WORK ORDER:
For the entries below, print exactly the lines between the line holding "let refreshing: 'no'" and the line holding "refreshing = 'yes';", inclusive, and nothing else.

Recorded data
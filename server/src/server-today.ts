/** Which day it is where the program runs, as `2026-12-01`. */
export function today(): string {
  const now = new Date();
  const part = (number: number, width: number): string => String(number).padStart(width, '0');
  return `${part(now.getFullYear(), 4)}-${part(now.getMonth() + 1, 2)}-${part(now.getDate(), 2)}`;
}
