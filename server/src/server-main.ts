import { createConnection, ProposedFeatures } from 'vscode-languageserver/node';
import { serve } from './server.ts';

// The transport (IPC from our own client, or --stdio) is read from the command line by the library.
serve(createConnection(ProposedFeatures.all));
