import { performance } from 'node:perf_hooks';
import type { CancellationToken, Connection, InitializeParams, InitializeResult } from 'vscode-languageserver';
import {
  CodeActionKind,
  DidChangeConfigurationNotification,
  DidChangeWatchedFilesNotification,
  LSPErrorCodes,
  ResponseError,
  TextDocumentSyncKind,
} from 'vscode-languageserver';
import type { ClientAbilities } from './editor/client-abilities.ts';
import { abilitiesOf, withTheme } from './editor/client-abilities.ts';
import { FIX_ALL_KIND, fixAllActions, remedyActions } from './editor/code-actions.ts';
import { completionsAt } from './editor/completion.ts';
import { diagnosticsOf } from './editor/diagnostics.ts';
import { foldingOf } from './editor/folding.ts';
import { hoverAt } from './editor/hover.ts';
import { mapAt } from './editor/map-view.ts';
import { outlineOf } from './editor/outline.ts';
import { foldersOf, readableFrom } from './server-folders.ts';
import { today } from './server-today.ts';
import { readUsedFile, readWantedFiles } from './server-used-files.ts';
import type { Evaluation } from './workbench/evaluation.ts';
import { canonicalUri } from './workbench/uris.ts';
import { Workbench } from './workbench/workbench.ts';

/**
 * After so many ms of work the server looks for a message. The longest steps, the folds over all of 10,000 channels, take
 * twice as long again, so that no slice lasts more than 20 ms.
 */
export const SLICE_MS = 6;

/** The files that clients are asked to watch: rig files by name, wherever they lie. */
const WATCHED = [{ globPattern: '**/*.rig.{yaml,yml,json}' }];

interface OpenDocument {
  readonly version: number;
  /** Where the latest change was: what stands near it is checked first. */
  readonly nearOffset: number | undefined;
  /** The evaluation of this version, once somebody has asked for it. */
  evaluated: Promise<Evaluation | undefined> | undefined;
}

/**
 * Serves the language-server protocol on a connection until it closes.
 *
 * Every answer is of the text as it stands when the answer is given: one whose text has changed meanwhile is dropped
 * with `ContentModified` (or `ServerCancelled`, for findings, which the client then asks for again).
 */
export function serve(connection: Connection): void {
  const workbench = new Workbench((message) => connection.console.error(message), today);
  const documents = new Map<string, OpenDocument>();
  let abilities: ClientAbilities = abilitiesOf(undefined);
  /** URIs of the folders that the client has open. */
  let folders: readonly string[] = [];
  const readable = () => readableFrom(folders, documents.keys());

  connection.onInitialize((params: InitializeParams): InitializeResult => {
    abilities = abilitiesOf(params);
    folders = foldersOf(params);
    return {
      serverInfo: { name: 'ratewright' },
      capabilities: {
        textDocumentSync: { openClose: true, change: TextDocumentSyncKind.Incremental },
        ...(abilities.pullsFindings
          ? { diagnosticProvider: { interFileDependencies: true, workspaceDiagnostics: false } }
          : {}),
        ...(abilities.announcesFolders
          ? { workspace: { workspaceFolders: { supported: true, changeNotifications: true } } }
          : {}),
        hoverProvider: true,
        completionProvider: { triggerCharacters: [' ', ':', ',', '{', '['] },
        codeActionProvider: { codeActionKinds: [CodeActionKind.QuickFix, FIX_ALL_KIND] },
        documentSymbolProvider: true,
        foldingRangeProvider: true,
      },
    };
  });
  connection.onInitialized(() => {
    if (abilities.announcesSettings) void connection.client.register(DidChangeConfigurationNotification.type);
    if (abilities.watchesFiles)
      void connection.client.register(DidChangeWatchedFilesNotification.type, { watchers: WATCHED });
    if (abilities.announcesFolders) {
      connection.workspace.onDidChangeWorkspaceFolders(({ added, removed }) => {
        const gone = new Set(removed.map(({ uri }) => uri));
        folders = [...folders.filter((uri) => !gone.has(uri)), ...added.map(({ uri }) => uri)];
        readAgain(workbench.filesUsed());
      });
    }
  });

  connection.onDidOpenTextDocument(({ textDocument }) => {
    const before = readable().paths.length;
    workbench.openFile(textDocument.uri, textDocument.text);
    documents.set(textDocument.uri, { version: textDocument.version, nearOffset: undefined, evaluated: undefined });
    push(textDocument.uri);
    changedBelow([textDocument.uri]);
    // A file outside all open folders opens up its own: what was not read before may be now.
    if (readable().paths.length > before) readAgain(workbench.filesUsed());
  });
  connection.onDidChangeTextDocument(({ textDocument, contentChanges }) => {
    workbench.editFile(textDocument.uri, contentChanges);
    documents.set(textDocument.uri, {
      version: textDocument.version,
      nearOffset: offsetOfLast(textDocument.uri, contentChanges),
      evaluated: undefined,
    });
    push(textDocument.uri);
    changedBelow([textDocument.uri]);
  });
  connection.onDidCloseTextDocument(({ textDocument }) => {
    // Forgotten rather than closed: if others use it, it is read again, as it has become on the disk.
    workbench.forgetFile(textDocument.uri);
    documents.delete(textDocument.uri);
    changedBelow([textDocument.uri]);
    if (!abilities.pullsFindings) void connection.sendDiagnostics({ uri: textDocument.uri, diagnostics: [] });
  });

  connection.onDidChangeWatchedFiles(({ changes }) => {
    const used = new Set(workbench.filesUsed().map(canonicalUri));
    readAgain(changes.map(({ uri }) => uri).filter((uri) => used.has(canonicalUri(uri))));
  });

  /** Reads used files again, and has those who use them checked again. */
  function readAgain(uris: readonly string[]): void {
    for (const uri of uris) workbench.setFile(uri, readUsedFile(uri, readable()));
    changedBelow(uris);
  }

  /** After files have changed: the findings of open documents that use them may be others now. */
  function changedBelow(uris: readonly string[]): void {
    workbench.forgetUnused();
    const users = new Set(uris.flatMap((uri) => workbench.usersOf(uri)));
    for (const uri of users) {
      const document = documents.get(uri);
      if (!document) continue;
      documents.set(uri, { ...document, evaluated: undefined });
      push(uri);
    }
    if (users.size > 0) askToRefresh();
  }

  let refreshing: 'no' | 'yes' | 'once more' = 'no';

  /** Asks a client that pulls to pull again; never a second time before it has answered the first. */
  function askToRefresh(): void {
    if (!abilities.pullsFindings || !abilities.refreshesFindings) return;
    if (refreshing !== 'no') {
      refreshing = 'once more';
      return;
    }
    refreshing = 'yes';
    const after = (): void => {
      const again = refreshing === 'once more';
      refreshing = 'no';
      if (again) askToRefresh();
    };
    connection.languages.diagnostics.refresh().then(after, after);
  }

  function offsetOfLast(uri: string, changes: readonly object[]): number | undefined {
    const last = changes.at(-1);
    if (!last || !('range' in last)) return undefined;
    const { start } = last.range as { readonly start: { readonly line: number; readonly character: number } };
    return workbench.snapshot(uri)?.offsetAt(start);
  }

  /** The evaluation of the document as it stands; rejects when the document changes before it is done. */
  function evaluated(uri: string): Promise<Evaluation | undefined> {
    const document = documents.get(uri);
    if (!document) return Promise.resolve(undefined);
    document.evaluated ??= evaluateInSlices(uri, document);
    return document.evaluated;
  }

  async function evaluateInSlices(uri: string, document: OpenDocument): Promise<Evaluation | undefined> {
    readWantedFiles(workbench, readable);
    const steps = workbench.evaluating(uri, document.nearOffset);
    for (;;) {
      const sliceEnd = performance.now() + SLICE_MS;
      do {
        const step = steps.next();
        if (step.done) return step.value;
      } while (performance.now() < sliceEnd);
      await new Promise(setImmediate);
      if (documents.get(uri) !== document) throw new Outdated();
    }
  }

  function push(uri: string): void {
    if (abilities.pullsFindings) return;
    const document = documents.get(uri);
    // One turn later, so that changes that arrived together are checked once.
    setImmediate(() => {
      if (!document || documents.get(uri) !== document) return;
      void evaluated(uri).then(
        (evaluation) => {
          if (!evaluation || documents.get(uri) !== document) return;
          const diagnostics = diagnosticsOf(uri, evaluation, abilities.links);
          void connection.sendDiagnostics({ uri, version: document.version, diagnostics });
        },
        (fault: unknown) => {
          if (!(fault instanceof Outdated)) connection.console.error(String(fault));
        },
      );
    });
  }

  /**
   * Answers a request from the evaluation of the document as it stands. The answer is made in one go after the
   * evaluation, so that nothing can change between the two.
   */
  async function answer<T>(
    uri: string,
    token: CancellationToken,
    none: T,
    make: (evaluation: Evaluation) => T,
    outdated: number = LSPErrorCodes.ContentModified,
  ): Promise<T> {
    const document = documents.get(uri);
    if (!document) return none;
    const evaluation = await evaluated(uri).catch((fault: unknown) => {
      if (fault instanceof Outdated) throw outdatedError(outdated);
      throw fault;
    });
    if (token.isCancellationRequested) throw new ResponseError(LSPErrorCodes.RequestCancelled, 'Cancelled.');
    if (documents.get(uri) !== document) throw outdatedError(outdated);
    return evaluation ? make(evaluation) : none;
  }

  connection.languages.diagnostics.on(({ textDocument: { uri } }, token) =>
    answer(
      uri,
      token,
      { kind: 'full', items: [] },
      (evaluation) => ({ kind: 'full', items: diagnosticsOf(uri, evaluation, abilities.links) }),
      LSPErrorCodes.ServerCancelled,
    ),
  );
  connection.onHover(({ textDocument: { uri }, position }, token) =>
    answer(uri, token, null, (evaluation) => hoverAt(evaluation, position, abilities)),
  );
  connection.onCompletion(({ textDocument: { uri }, position }, token) =>
    answer(uri, token, null, (evaluation) => completionsAt(evaluation, position)),
  );
  connection.onDocumentSymbol(({ textDocument: { uri } }, token) => answer(uri, token, [], outlineOf));
  connection.onFoldingRanges(({ textDocument: { uri } }, token) =>
    answer(uri, token, [], (evaluation) => foldingOf(evaluation.snapshot)),
  );
  connection.onCodeAction(({ textDocument: { uri }, range, context }, token) =>
    answer(uri, token, [], () => {
      const request = {
        uri,
        version: documents.get(uri)?.version ?? null,
        range,
        diagnostics: context.diagnostics,
        edits: abilities.edits,
        isCancelled: () => token.isCancellationRequested,
      };
      const wants = (kind: string): boolean =>
        context.only === undefined || context.only.some((only) => kind === only || kind.startsWith(`${only}.`));
      return [
        ...(wants(CodeActionKind.QuickFix) ? remedyActions(workbench, request) : []),
        ...(context.only !== undefined && wants(FIX_ALL_KIND) ? fixAllActions(workbench, request) : []),
      ];
    }),
  );
  connection.onRequest(
    'ratewright/map',
    (
      { textDocument, position }: { textDocument: { uri: string }; position: { line: number; character: number } },
      token,
    ) => answer(textDocument.uri, token, null, (evaluation) => mapAt(evaluation, position, abilities)),
  );
  connection.onNotification('ratewright/theme', ({ theme }: { theme: unknown }) => {
    abilities = withTheme(abilities, theme);
  });

  connection.listen();
}

/** The document changed before its evaluation was done. */
class Outdated extends Error {}

function outdatedError(code: number): ResponseError<unknown> {
  return code === LSPErrorCodes.ServerCancelled
    ? new ResponseError(code, 'The document has changed.', { retriggerRequest: true })
    : new ResponseError(code, 'The document has changed.');
}
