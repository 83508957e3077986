//! A Rust source file as words and signs, without comments, texts and test code.
//!
//! Just enough of the language to read paths off; anything it cannot read shows up as an unknown path.

/// An identifier or one sign; `::` is one token.
#[derive(Clone, Debug, PartialEq, Eq)]
pub struct Token {
    pub text: String,
    pub line: usize,
}

/// A file's tokens outside test code, and the modules it declares for tests only.
pub struct Scanned {
    pub tokens: Vec<Token>,
    pub test_modules: Vec<String>,
}

pub fn scan(source: &str) -> Scanned {
    let mut tokens = tokenise(source);
    let mut test_modules = Vec::new();
    while let Some(start) = find(&tokens, &["#", "[", "cfg", "(", "test", ")", "]"]) {
        let end = end_of_item(&tokens, start + 7);
        let item = &tokens[start + 7..end];
        if let Some(at) = item.iter().position(|token| token.text == "mod")
            && item.get(at + 2).is_some_and(|token| token.text == ";")
        {
            test_modules.push(item[at + 1].text.clone());
        }
        tokens.drain(start..end);
    }
    Scanned {
        tokens,
        test_modules,
    }
}

fn find(tokens: &[Token], words: &[&str]) -> Option<usize> {
    tokens.windows(words.len()).position(|window| {
        window
            .iter()
            .zip(words)
            .all(|(token, word)| token.text == *word)
    })
}

/// Where the item that begins at `start` ends: after its `;`, or after the brace that closes its body.
fn end_of_item(tokens: &[Token], start: usize) -> usize {
    let mut depth = 0;
    for (offset, token) in tokens[start..].iter().enumerate() {
        match token.text.as_str() {
            "{" | "(" | "[" => depth += 1,
            "}" | ")" | "]" => depth -= 1,
            _ => {}
        }
        // Braces of a `use` tree are followed by its semicolon.
        let is_use_tree = tokens
            .get(start + offset + 1)
            .is_some_and(|next| next.text == ";");
        if depth == 0 && (token.text == ";" || (token.text == "}" && !is_use_tree)) {
            return start + offset + 1;
        }
    }
    tokens.len()
}

fn tokenise(source: &str) -> Vec<Token> {
    let chars: Vec<char> = source.chars().collect();
    let mut tokens = Vec::new();
    let (mut at, mut line) = (0, 1);
    while at < chars.len() {
        let start = at;
        let rest = &chars[at..];
        let text = match rest {
            ['/', '/', ..] => {
                at += rest.iter().position(|c| *c == '\n').unwrap_or(rest.len());
                None
            }
            ['/', '*', ..] => {
                at += block_comment(rest);
                None
            }
            ['r', '"', ..] | ['r', '#', '"' | '#', ..] => {
                at += raw_text(&rest[1..]) + 1;
                None
            }
            ['b', 'r', '"' | '#', ..] => {
                at += raw_text(&rest[2..]) + 2;
                None
            }
            ['"', ..] => {
                at += quoted(rest, '"');
                None
            }
            ['\'', '\\', ..] | ['\'', _, '\'', ..] => {
                at += quoted(rest, '\'');
                None
            }
            [':', ':', ..] => {
                at += 2;
                Some("::".to_owned())
            }
            [first, ..] if first.is_alphabetic() || *first == '_' => {
                let length = rest
                    .iter()
                    .take_while(|c| c.is_alphanumeric() || **c == '_')
                    .count();
                at += length;
                Some(rest[..length].iter().collect())
            }
            // Numbers are one token, so that the suffix of `1.0_f64` is no name.
            [first, ..] if first.is_ascii_digit() => {
                at += rest
                    .iter()
                    .take_while(|c| c.is_ascii_alphanumeric() || **c == '_')
                    .count();
                Some("0".to_owned())
            }
            [first, ..] => {
                at += 1;
                (!first.is_whitespace()).then(|| first.to_string())
            }
            [] => None,
        };
        if let Some(text) = text {
            tokens.push(Token { text, line });
        }
        line += chars[start..at].iter().filter(|c| **c == '\n').count();
    }
    tokens
}

/// Length of the block comment at the start of `rest`; they nest.
fn block_comment(rest: &[char]) -> usize {
    let (mut depth, mut at) = (0, 0);
    while at < rest.len() {
        match &rest[at..] {
            ['/', '*', ..] => {
                depth += 1;
                at += 2;
            }
            ['*', '/', ..] => {
                depth -= 1;
                at += 2;
                if depth == 0 {
                    break;
                }
            }
            _ => at += 1,
        }
    }
    at
}

/// Length of `"…"` or `#"…"#`.
fn raw_text(rest: &[char]) -> usize {
    let hashes = rest.iter().take_while(|c| **c == '#').count();
    if rest.get(hashes) != Some(&'"') {
        // A raw identifier.
        return hashes;
    }
    let closes = |at: &usize| {
        rest[*at] == '"'
            && rest[at + 1..]
                .iter()
                .take(hashes)
                .filter(|c| **c == '#')
                .count()
                == hashes
    };
    (hashes + 1..rest.len())
        .find(closes)
        .map_or(rest.len(), |at| at + 1 + hashes)
}

/// Length of a text or character in the quotes that it begins with.
fn quoted(rest: &[char], quote: char) -> usize {
    let mut at = 1;
    while at < rest.len() {
        match rest[at] {
            '\\' => at += 2,
            c if c == quote => return at + 1,
            _ => at += 1,
        }
    }
    rest.len()
}

/// Paths that begin at `root` (a word followed by `::`), as segments and line, use trees spread out.
pub fn paths_after(tokens: &[Token], root: usize) -> Vec<(Vec<String>, usize)> {
    let mut found = Vec::new();
    spread(tokens, root + 2, &[], &mut found);
    found
}

/// Follows segments from `at`; returns where the path or its tree ends.
fn spread(
    tokens: &[Token],
    mut at: usize,
    before: &[String],
    found: &mut Vec<(Vec<String>, usize)>,
) -> usize {
    let mut segments = before.to_vec();
    while let Some(token) = tokens.get(at) {
        if token.text == "{" {
            at += 1;
            while let Some(token) = tokens.get(at) {
                match token.text.as_str() {
                    "}" => return at + 1,
                    "," => at += 1,
                    _ => {
                        let next = spread(tokens, at, &segments, found);
                        at = skip_alias(tokens, next);
                    }
                }
            }
            return at;
        }
        segments.push(token.text.clone());
        let line = token.line;
        let is_followed = tokens.get(at + 1).is_some_and(|next| next.text == "::");
        let is_generic = tokens.get(at + 2).is_some_and(|next| next.text == "<");
        at += 1;
        if !is_followed || is_generic {
            found.push((segments, line));
            return at;
        }
        at += 1;
    }
    at
}

fn skip_alias(tokens: &[Token], at: usize) -> usize {
    if tokens.get(at).is_some_and(|token| token.text == "as") {
        at + 2
    } else {
        at
    }
}

#[cfg(test)]
mod tests {
    use super::*;

    fn words(source: &str) -> String {
        scan(source)
            .tokens
            .iter()
            .map(|token| token.text.as_str())
            .collect::<Vec<_>>()
            .join(" ")
    }

    #[test]
    fn hand_comments_texts_and_tests_are_no_code() {
        assert_eq!(words("a /* crate::b /* c */ */ d // crate::e\nf"), "a d f");
        assert_eq!(
            words(r##"let x = "crate::b \" c"; y(r#"crate::"d"#, 'e', '\'', 'life)"##),
            "let x = ; y ( , , , ' life )"
        );
        assert_eq!(
            words("a\n#[cfg(test)]\nmod tests { use crate::b; fn c() { d[1]; } }\ne"),
            "a e"
        );
        assert_eq!(words("#[cfg(test)]\npub(super) use b::{c, d};\ne"), "e");
        assert_eq!(
            words("#[cfg(test)]\nfn b(x: &[u8]) -> [u8; 3] { c() }\ne"),
            "e"
        );
        assert_eq!(
            scan("#[cfg(test)] mod sample;\n#[cfg(test)]\nmod tests;").test_modules,
            ["sample", "tests"]
        );
    }

    #[test]
    fn hand_paths_of_a_use_tree() {
        let scanned = scan("use crate::{a::{self, b as x}, c::D, e};\nf(crate::g::h::<u8>());");
        let roots: Vec<usize> = (0..scanned.tokens.len())
            .filter(|at| scanned.tokens[*at].text == "crate")
            .collect();
        let paths: Vec<(String, usize)> = roots
            .iter()
            .flat_map(|root| paths_after(&scanned.tokens, *root))
            .map(|(path, line)| (path.join("::"), line))
            .collect();
        let expected = [
            ("a::self", 1),
            ("a::b", 1),
            ("c::D", 1),
            ("e", 1),
            ("g::h", 2),
        ];
        assert_eq!(paths, expected.map(|(path, line)| (path.to_owned(), line)));
    }
}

OUTPUT OF THE EXERCISE:
  let refreshing: 'no' | 'yes' | 'once more' = 'no';

  /** Asks a client that pulls to pull again; never a second time before it has answered the first. */
  function askToRefresh(): void {
    if (!abilities.pullsFindings || !abilities.refreshesFindings) return;
    if (refreshing !== 'no') {
      refreshing = 'once more';
      return;
    }
    refreshing = 'yes';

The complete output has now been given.